Problem
Reproduce all lines of the listing below in which the word "folder" occurs.

====== Dataset excerpts ======

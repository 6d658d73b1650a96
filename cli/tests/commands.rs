//! The commands as a person types them: exit codes, what is printed, what is written and what is left alone.
#![allow(clippy::unwrap_used, reason = "tests")]

use std::fs;
use std::io::{self, Write};
use std::path::{Path, PathBuf};
use std::sync::Arc;
use std::sync::atomic::{AtomicBool, Ordering};

use coilwright::Surroundings;
use serde_json::{Value, json};

const SPHERE: &str = include_str!("../examples/sphere-in-uniform-field.json");

/// What a command left behind.
struct Said {
    code: u8,
    out: String,
    err: String,
}

fn say(words: &[&str]) -> Said {
    let (mut out, mut err) = (Vec::new(), Vec::new());
    let code = coilwright::run(std::iter::once(&"coilwright").chain(words), &mut out, &mut err);
    Said { code, out: String::from_utf8(out).unwrap(), err: String::from_utf8(err).unwrap() }
}

fn path_text(path: &Path) -> &str {
    path.to_str().unwrap()
}

/// A folder with a job of a sphere that solves in a moment, changed as wanted.
fn job_in(folder: &Path, change: impl FnOnce(&mut Value)) -> PathBuf {
    let mut job: Value = serde_json::from_str(SPHERE).unwrap();
    change(&mut job);
    let path = folder.join("job-as-given.json");
    fs::write(&path, job.to_string()).unwrap();
    path
}

fn unchanged(_: &mut Value) {}

/// Heats the sphere for 20 s, in two stages.
fn heated(job: &mut Value) {
    job["heating"] = json!({
        "start": "20 °C", "ambient": "20 °C",
        "stages": [{ "name": "heat", "for": "15 s" }, { "name": "soak", "for": "5 s" }]
    });
    job["thermocouples"] = json!([{ "name": "core", "part": "sphere", "r": "0 mm", "z": "0 mm" }]);
}

fn summary(folder: &Path) -> Value {
    serde_json::from_slice(&fs::read(folder.join("summary.json")).unwrap()).unwrap()
}

#[test]
fn help_and_version_go_to_standard_output_and_are_no_error() {
    let help = say(&["--help"]);
    assert_eq!((help.code, help.err.as_str()), (0, ""));
    assert!(help.out.contains("check") && help.out.contains("Exit codes"), "{}", help.out);
    let version = say(&["--version"]);
    assert_eq!((version.code, version.out), (0, format!("coilwright {}\n", env!("CARGO_PKG_VERSION"))));
}

#[test]
fn a_command_line_that_is_not_understood_is_refused_with_exit_2() {
    for words in [
        &["fly"] as &[&str],
        &[],
        &["run", "job.json"],
        &["run", "job.json", "--out", "x", "--frequency", "3 kHz"],
        &["schema", "--threads", "0"],
        &["schema", "--threads", "many"],
        &["schema", "--progress", "loud"],
        &["materials", "unobtainium"],
    ] {
        let said = say(words);
        assert_eq!(said.code, 2, "{words:?}: {}", said.err);
        assert!(!said.err.is_empty() && said.out.is_empty(), "{words:?}");
    }
}

#[test]
fn a_misspelt_material_is_met_with_a_suggestion() {
    let said = say(&["materials", "C46"]);
    assert_eq!(said.code, 2);
    assert!(said.err.contains("did you mean `C45`"), "{}", said.err);
}
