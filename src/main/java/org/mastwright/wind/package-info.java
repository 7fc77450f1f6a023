/** Air density, design wind speeds and their conversions. */
package org.mastwright.wind;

======

Answer below
/// A folder with a job of a sphere that solves in a moment, changed as wanted.
fn job_in(folder: &Path, change: impl FnOnce(&mut Value)) -> PathBuf {
    let path = folder.join("job-as-given.json");
fn summary(folder: &Path) -> Value {
    serde_json::from_slice(&fs::read(folder.join("summary.json")).unwrap()).unwrap()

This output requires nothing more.